Number of attacks in top 5 countries: 4408

Total number of attacks registered: 6252


Number of countries registered:

 USA                       2229
AUSTRALIA                 1338
SOUTH AFRICA               579
PAPUA NEW GUINEA           134
NEW ZEALAND                128
                          ... 
MALDIVE ISLANDS              1
NICARAGUA                    1
NORTH SEA                    1
RED SEA / INDIAN OCEAN       1
CEYLON (SRI LANKA)           1
Name: Country, Length: 212, dtype: int64


### Conclusion: 

- More than 70% of attacks registered were concentrated in these 5 countries.  


- It can be argued that this is a matter of attacks being registered into a dataframe only in these countries other than the real number of attacks in the world. Since this theory can't be corroborated here, it will be assumed that the data reflects the real world.  


- Based on this criterion alone, sharks seem to prefer a more traditional setting.

## Same type of job

**The third criterion is the type of work they usually do. For this, first we see if sharks normally kill their victims or not, and second, we look for a correlation between the type of injury (fatal or not) and what activity the human was performing. For the analysis, only the top 5 types of activity were taken into consideration since the other were not standardized and varied vastly.**

Possible conslusions:

- If there is a pattern between these two things, then sharks operate in a similar manner most of the time, therefore, they do the same type of 'job' and into de category of 'traditional' work;  


- If the correlation is not expressive, then they are erratic in the way they work and are more similar to a freelance worker.


In [40]:

# 1 IN GENERAL, DO THEY KILL THEIR HUMAN VICTIMS?

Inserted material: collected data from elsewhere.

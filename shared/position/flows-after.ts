import type { BookId } from '../books/book.ts';
import { costFlows } from '../books/costs.ts';
import { creditExpected } from '../books/credit-expected.ts';
import { leaseFlows } from '../books/lease.ts';
import { loanBook } from '../books/loan-book.ts';
import { insuranceEntries } from '../books/mortgage-insurance.ts';
import { keptAt } from '../settlement/place.ts';
import { cents } from '../units/cents.ts';
import { addDays, type Day, daysBetween, daysInMonth, monthOf, yearOf } from '../units/day.ts';
import type { BasisFacts, Flow, ProjectionBasis } from './basis.ts';
import type { Changes } from './changes.ts';
import { loansOf, owedOn } from './loans.ts';
import type { Period } from './periods.ts';
import { roundedMean } from './sums.ts';

/**
 * The one place where money to come joins the projection: what is known or set to move on days from the last close on, in order. Bills and the
 * incentive are worked out by the month instead. A further stream is one more `add` here.
 */
export function flowsAfter(
  basis: ProjectionBasis,
  facts: BasisFacts,
  changes: Changes,
  periods: readonly Period[],
): Flow[] {
  const { today, close, since } = basis;
  const horizon = keptAt(periods, periods.length - 1).to;
  const end = changes.endsOn !== null && changes.endsOn < horizon ? changes.endsOn : horizon;
  const flows: Flow[] = [];
  const addUntil = (last: Day, on: Day, book: BookId, amount: number) => {
    if (on >= close.on && on < last && amount !== 0) flows.push({ on, book, amountCents: cents(amount) });
  };
  const add = (on: Day, book: BookId, amount: number) => addUntil(end, on, book, amount);

  let owed: number = close.incentiveOwedCents;
  for (const { on, book, amountCents } of since) {
    add(on, book, amountCents);
    if (book === 'incentive') owed -= amountCents;
  }
  // What is owed for production so far is collected next; an overpayment is left to whoever finds it.
  const isLate = today < close.on;
  if (owed > 0) addUntil(horizon, addDays(isLate ? close.on : today, 1), 'incentive', owed);
  const loans = loansOf(facts);
  for (const loan of loans) {
    for (const step of loanBook(loan).steps) add(step.on, 'loan', step.cashCents);
  }
  if (end < horizon) addUntil(horizon, end, 'loan', -owedOn(loans, end, 'before').payoffCents);
  if (facts.mortgage) {
    for (const entry of insuranceEntries(facts.mortgage, end)) add(entry.date, 'insurance', entry.amountCents);
  }
  if (facts.credit) {
    for (const part of creditExpected(facts.credit, today)) addUntil(horizon, part.on, 'credit', part.amountCents);
  }
  for (const flow of costFlows(facts.costs, addDays(today, 1), end)) add(flow.on, flow.book, flow.amountCents);
  if (facts.lease) {
    for (const flow of leaseFlows(facts.lease, close.on, end)) add(flow.on, flow.book, flow.amountCents);
  }
  const { upkeepYearlyCents } = facts.assumptions;
  const upkeep = upkeepYearlyCents === 0 ? [] : upkeepOf(upkeepYearlyCents, periods);
  for (const part of upkeep) add(part.on, 'upkeep', -part.amount);
  for (const flow of changes.flows) addUntil(horizon, flow.on, flow.book, flow.amountCents);
  return flows.sort((a, b) => (a.on < b.on ? -1 : a.on > b.on ? 1 : 0));
}

/** A twelfth of the year's upkeep on each month's first day, the first by its days; cents carried so that twelve months make the year. */
function upkeepOf(yearlyCents: number, periods: readonly Period[]): { on: Day; amount: number }[] {
  const first = keptAt(periods, 0);
  const monthDays = daysInMonth(yearOf(first.from), monthOf(first.from));
  const firstDays = daysBetween(first.from, first.to);
  let given = 0;
  return periods.map((period) => {
    const due = roundedMean(cents(yearlyCents * (firstDays + period.index * monthDays)), 12 * monthDays);
    const part = due - given;
    given = due;
    return { on: period.from, amount: part };
  });
}
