CREATE TABLE `leases` (
	`household_id` text PRIMARY KEY NOT NULL,
	`value` text NOT NULL,
	FOREIGN KEY (`household_id`) REFERENCES `households`(`id`) ON UPDATE no action ON DELETE cascade,
	CONSTRAINT "leases_json" CHECK(json_valid("leases"."value"))
) STRICT;
--> statement-breakpoint
CREATE TABLE `other_loans` (
	`household_id` text NOT NULL,
	`id` text NOT NULL,
	`ordinal` integer NOT NULL,
	`value` text NOT NULL,
	PRIMARY KEY(`household_id`, `id`),
	FOREIGN KEY (`household_id`) REFERENCES `households`(`id`) ON UPDATE no action ON DELETE cascade,
	CONSTRAINT "other_loans_json" CHECK(json_valid("other_loans"."value"))
) STRICT;
--> statement-breakpoint
CREATE TABLE `scenarios` (
	`household_id` text NOT NULL,
	`id` text NOT NULL,
	`ordinal` integer NOT NULL,
	`value` text NOT NULL,
	PRIMARY KEY(`household_id`, `id`),
	FOREIGN KEY (`household_id`) REFERENCES `households`(`id`) ON UPDATE no action ON DELETE cascade,
	CONSTRAINT "scenarios_json" CHECK(json_valid("scenarios"."value"))
) STRICT;
--> statement-breakpoint
ALTER TABLE `assumptions` ADD `more` text DEFAULT '{}' NOT NULL;--> statement-breakpoint
ALTER TABLE `costs` ADD `every` text;--> statement-breakpoint
ALTER TABLE `costs` ADD `until_day` text;--> statement-breakpoint
ALTER TABLE `credit_costs` ADD `placed_in_service_on` text;--> statement-breakpoint
ALTER TABLE `credit_costs` ADD `document_id` text;--> statement-breakpoint
ALTER TABLE `credit_years` ADD `limit_from` text;--> statement-breakpoint
ALTER TABLE `credit_years` ADD `document_id` text;--> statement-breakpoint
ALTER TABLE `loan_payments` ADD `reamortize` integer DEFAULT false NOT NULL;--> statement-breakpoint
ALTER TABLE `loan_payments` ADD `document_id` text;--> statement-breakpoint
ALTER TABLE `loans` ADD `more` text DEFAULT '{}' NOT NULL;--> statement-breakpoint
ALTER TABLE `mortgages` ADD `more` text DEFAULT '{}' NOT NULL;--> statement-breakpoint
ALTER TABLE `tax_credits` ADD `carried_in` text;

subset1 = df_attacks_2.loc[(df_attacks_2["Fatal (Y/N)"].isin(["N", "Y"]))]
caca = subset1.groupby(["Fatal (Y/N)"]).agg({"Date" : "count"}).rename(columns={'Date': 'count'}).reset_index()
caca['%'] = 100 * caca['count'] / caca['count'].sum()
caca

fig3 = px.bar(caca,  y="%", x="Fatal (Y/N)", barmode="group")

fig3.update_layout({

'plot_bgcolor': 'rgba(100, 0, 50, 0)',
'paper_bgcolor': 'rgba(0, 0, 0, 0)'
})

fig3.update_traces(
                  marker_color='lightblue',
                  marker_line_color='blue',
                  marker_line_width=1, opacity=1
)

fig3



In [31]:
#2 DOES THE KILL RATIO DEPEND ON THE ACTIVITY THE HUMAN WAS DOING?

df_excl_nan_activities = df_attacks_2[df_attacks_2["Activity"]!="nan"]
top_activities = df_excl_nan_activities["Activity"].value_counts().head(5).index

subset = df_attacks_2.loc[(df_attacks_2["Activity"].isin(top_activities)) & (df_attacks_2["Fatal (Y/N)"].isin(["N", "Y"]))]

graph = subset.groupby(["Activity", "Fatal (Y/N)"]).agg({"Date" : "count"}).rename(columns={'Date': 'count'})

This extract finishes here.